Decision-Making-Methods

Maybe you weren’t expecting to have to make this choice so soon, or maybe you’ve been putting off making it for months, but here you are. It’s time to make a decision, and you are painfully aware of how much this choice might influence your life. Whatever you pick will make ripples in your future that you’re not able to predict. It’s a lot of pressure, and it can be pretty paralyzing. 

Even though nobody can tell you what to choose, there are ways you can approach this decision that will at least help you figure out how to make a choice that you can ultimately be at peace with.

Flip a coin

No, really. Flip a coin, and then pay really close attention to how you feel when it lands. Are you a little bit relieved by the verdict? Disappointed? This is a good trick for when you’re so tangled up in your “pros” and “cons” list that you don’t even know what you want anymore. You don’t have to do what the coin says — what you’re doing is listening for a little voice of deep desire to speak up. It’s often drowned out by other considerations, but it’s worth listening to because that deep desire is usually rooted in a core value.

Focus on what’s most realistic

Being realistic seems obvious, but we put a surprising amount of focus on what we wish life was like, or what we think it ought to be like. I’ve always wanted to be the kind of person who thrives on travel and adventure. But that ignores the fact that shaking up my routine makes me feel unstable. I keep making decisions based on the kind of person I wish I was — and then I find myself backing out when it dawns on me how much I don’t want to, say, take a 12-hour road trip with kids in tow. There’s not going to be any objectively perfect choice in many situations — you have to think honestly about who you are to know what’s the best fit. 

Ask yourself: “How will I feel if everything goes wrong?”

No choice comes without risks. No matter how likely it is that you succeed, there’s always going to be a chance that it crashes and burns. Nothing we do can protect us from the possibility of failure. So think about what happens if a choice does fail and you find yourself living out your worst-case scenario. Do you think, “I cannot believe I did this to myself”? Or do you think, “Well, this sure tanked, but I’m proud of myself for trying”? You can’t control what happens, but if you know you won’t look back with regret, you’ll have peace.  

Not choosing is making a choice, too

When you decide to do nothing, life makes the choice for you. The deadline comes and goes, the person you’re interested assumes you’re not paying attention, you miss your chance. Whatever happens, there’s no scenario where it wasn’t up to you in some way.
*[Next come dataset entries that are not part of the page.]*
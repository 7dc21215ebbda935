import { currencyDigits, formatMinor } from '@panelpass/shared';
import type { DayRange, EntryKind, LedgerEntry, LedgerMonth } from '../api/ledgerApi';

/** A month written YYYY-MM. */
export type Month = string;

const MONTH = /^(\d{4})-(0[1-9]|1[0-2])$/;

export function isMonth(value: string | null | undefined): value is Month {
  return typeof value === 'string' && MONTH.test(value);
}

const pad = (n: number) => String(n).padStart(2, '0');

/** The month a moment falls in, on this device's calendar. */
export function monthOf(at: Date): Month {
  return `${at.getFullYear()}-${pad(at.getMonth() + 1)}`;
}

function parts(month: Month): [year: number, month: number] {
  const m = MONTH.exec(month);
  if (!m) throw new RangeError(`Not a month: ${month}`);
  return [Number(m[1]), Number(m[2])];
}

/** The month `by` months later (earlier when negative). */
export function shiftMonth(month: Month, by: number): Month {
  const [y, m] = parts(month);
  const index = y * 12 + (m - 1) + by;
  return `${Math.floor(index / 12)}-${pad((index % 12) + 1)}`;
}

/** Days in a month (a leap February has 29). */
export function daysIn(month: Month): number {
  const [y, m] = parts(month);
  return new Date(Date.UTC(y, m, 0)).getUTCDate();
}

/** The whole month as a range of days. */
export function monthRange(month: Month): DayRange {
  return { from: `${month}-01`, to: `${month}-${pad(daysIn(month))}` };
}

/** How many months the profit chart shows, the chosen month last. */
export const CHART_MONTHS = 6;

/** The chart's months: the `count` months ending with the chosen one. */
export function chartRange(month: Month, count = CHART_MONTHS): DayRange {
  return { from: `${shiftMonth(month, 1 - count)}-01`, to: monthRange(month).to };
}

/** "March 2026". */
export function monthWords(month: Month): string {
  const [y, m] = parts(month);
  return new Intl.DateTimeFormat('en-GB', {
    month: 'long',
    year: 'numeric',
    timeZone: 'UTC',
  }).format(new Date(Date.UTC(y, m - 1, 1)));
}

/** "Mar" (with the year when the months shown cross one: "Jan 27"). */
export function shortMonthWords(month: Month, withYear = false): string {
  const [y, m] = parts(month);
  const name = new Intl.DateTimeFormat('en-GB', { month: 'short', timeZone: 'UTC' }).format(
    new Date(Date.UTC(y, m - 1, 1)),
  );
  return withYear ? `${name} ${String(y).slice(2)}` : name;
}

/** Money in the business's currency: "$1,234.56", a loss "-$12.30". */
export function money(amountMinor: number, currency: string): string {
  return formatMinor(amountMinor, currency);
}

/** Minor units as a number of whole currency units, for a chart's scale only (never summed). */
export function majorUnits(amountMinor: number, currency: string): number {
  return amountMinor / 10 ** currencyDigits(currency);
}

/** A chart axis figure (whole currency units, no cents): "$1,200". */
export function axisMoney(value: number, currency: string): string {
  return new Intl.NumberFormat('en-US', {
    style: 'currency',
    currency,
    minimumFractionDigits: 0,
    maximumFractionDigits: 0,
  }).format(value);
}

/** Worked time in words: "45 min", "3 h", "2 h 05 min". */
export function workedTime(minutes: number): string {
  const whole = Math.max(0, Math.floor(minutes));
  const h = Math.floor(whole / 60);
  const m = whole % 60;
  if (h === 0) return `${m} min`;
  return m === 0 ? `${h} h` : `${h} h ${pad(m)} min`;
}

/** A profit in words as well as a sign, never colour alone. */
export function profitWords(profitMinor: number, currency: string): string {
  if (profitMinor < 0) return `Loss of ${money(-profitMinor, currency)}`;
  return `Profit ${money(profitMinor, currency)}`;
}

export interface ProfitSeries {
  /** 0, 1, 2…: one slot per month (the chart's x). */
  x: number[];
  /** The month under each slot, for the axis. */
  labels: string[];
  /** Profit per month in whole currency units (the chart's y). */
  profit: number[];
  /** The same months in full words, with the figure, for the chart's text alternative. */
  summary: string;
}

/** The profit chart's data: one bar per month, oldest first, in the order the server sends. */
export function profitSeries(months: readonly LedgerMonth[], currency: string): ProfitSeries {
  const years = new Set(months.map((m) => m.month.slice(0, 4)));
  const withYear = years.size > 1;
  return {
    x: months.map((_, i) => i),
    labels: months.map((m) => shortMonthWords(m.month, withYear)),
    profit: months.map((m) => majorUnits(m.profitMinor, currency)),
    summary: months
      .map((m) => `${monthWords(m.month)}: ${profitWords(m.profitMinor, currency)}`)
      .join('; '),
  };
}

const KIND_WORDS: Record<EntryKind, string> = {
  quote: 'Quote',
  invoice: 'Invoice',
  deposit: 'Deposit',
  payment: 'Payment',
  refund: 'Refund',
};

/** The list filter's choices, "All" first. */
export const KIND_CHOICES: readonly { value: EntryKind | ''; label: string }[] = [
  { value: '', label: 'All entries' },
  { value: 'quote', label: 'Quotes' },
  { value: 'invoice', label: 'Invoices' },
  { value: 'deposit', label: 'Deposits' },
  { value: 'payment', label: 'Payments' },
  { value: 'refund', label: 'Refunds' },
];

export function kindWords(kind: EntryKind): string {
  return KIND_WORDS[kind];
}

const METHOD_WORDS: Record<string, string> = { card: 'Card', cash: 'Cash', cheque: 'Cheque' };

const QUOTE_STATUS: Record<string, string> = {
  draft: 'not sent',
  sent: 'sent',
  accepted: 'accepted',
  declined: 'declined',
  expired: 'lapsed',
};

/** An entry's title: "Invoice 12", "Deposit · Cash", "Quote · sent". */
export function entryTitle(e: LedgerEntry): string {
  if (e.kind === 'invoice') return e.invoiceNumber ? `Invoice ${e.invoiceNumber}` : 'Invoice';
  if (e.kind === 'quote') return `Quote · ${QUOTE_STATUS[e.status] ?? e.status}`;
  const method = e.method ? (METHOD_WORDS[e.method] ?? e.method) : null;
  return method ? `${kindWords(e.kind)} · ${method}` : kindWords(e.kind);
}

/** Who and what an entry is about: "Ada Fernhill · 2019 Generic Estate". */
export function entryParty(e: LedgerEntry): string {
  return [e.customerName, e.vehicleLabel].filter((p): p is string => !!p).join(' · ');
}

/** An entry's amount: money out with a minus and the word. */
export function entryAmount(e: LedgerEntry): string {
  if (e.amountMinor < 0) return `${money(e.amountMinor, e.currency)} out`;
  return money(e.amountMinor, e.currency);
}

/** "Tue 3 Mar, 14:05" in the device's time. */
export function whenWords(iso: string): string {
  return new Intl.DateTimeFormat('en-GB', {
    weekday: 'short',
    day: 'numeric',
    month: 'short',
    hour: '2-digit',
    minute: '2-digit',
  }).format(new Date(iso));
}

/** When figures were last loaded: "at 21:14" today, "on 3 Mar at 21:14" before. */
export function loadedWords(loadedAt: number, now = Date.now()): string {
  const at = new Date(loadedAt);
  const time = new Intl.DateTimeFormat('en-GB', { hour: '2-digit', minute: '2-digit' }).format(at);
  const sameDay = new Date(now).toDateString() === at.toDateString();
  if (sameDay) return `at ${time}`;
  const day = new Intl.DateTimeFormat('en-GB', { day: 'numeric', month: 'short' }).format(at);
  return `on ${day} at ${time}`;
}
It seems distressing, but it’s actually a comfort — and it’s a good reason not to give in to the temptation to do nothing at all. 

Nobody else can decide for you

No matter how much you trust somebody, no matter how much experience they have or how well they know you, they’ll never know you better than you know yourself. It’s tempting to go to everyone we know for advice, but it might just end up being distracting and overwhelming. Getting the advice of one or two people you trust most is fine, but the responsibility is ultimately yours. 

Give yourself a deadline to choose

Don’t let your indecision go on forever. If you tell yourself “I don’t want to rush this, but I need an answer by this the end of the week,” you’ll give yourself the gift of not having to rush, but also the sense of urgency to make sure you take the choice seriously and keep it top-of-mind. If you struggle with this, it might help to get somebody to hold you accountable and make sure you meet your deadline.

And above all else, keep in mind that life is unpredictable — there’s a lot more going on than we could possibly control. So do the best you can, and then hang on and enjoy the ride. You’re not in this alone — God is walking with you every step of the way.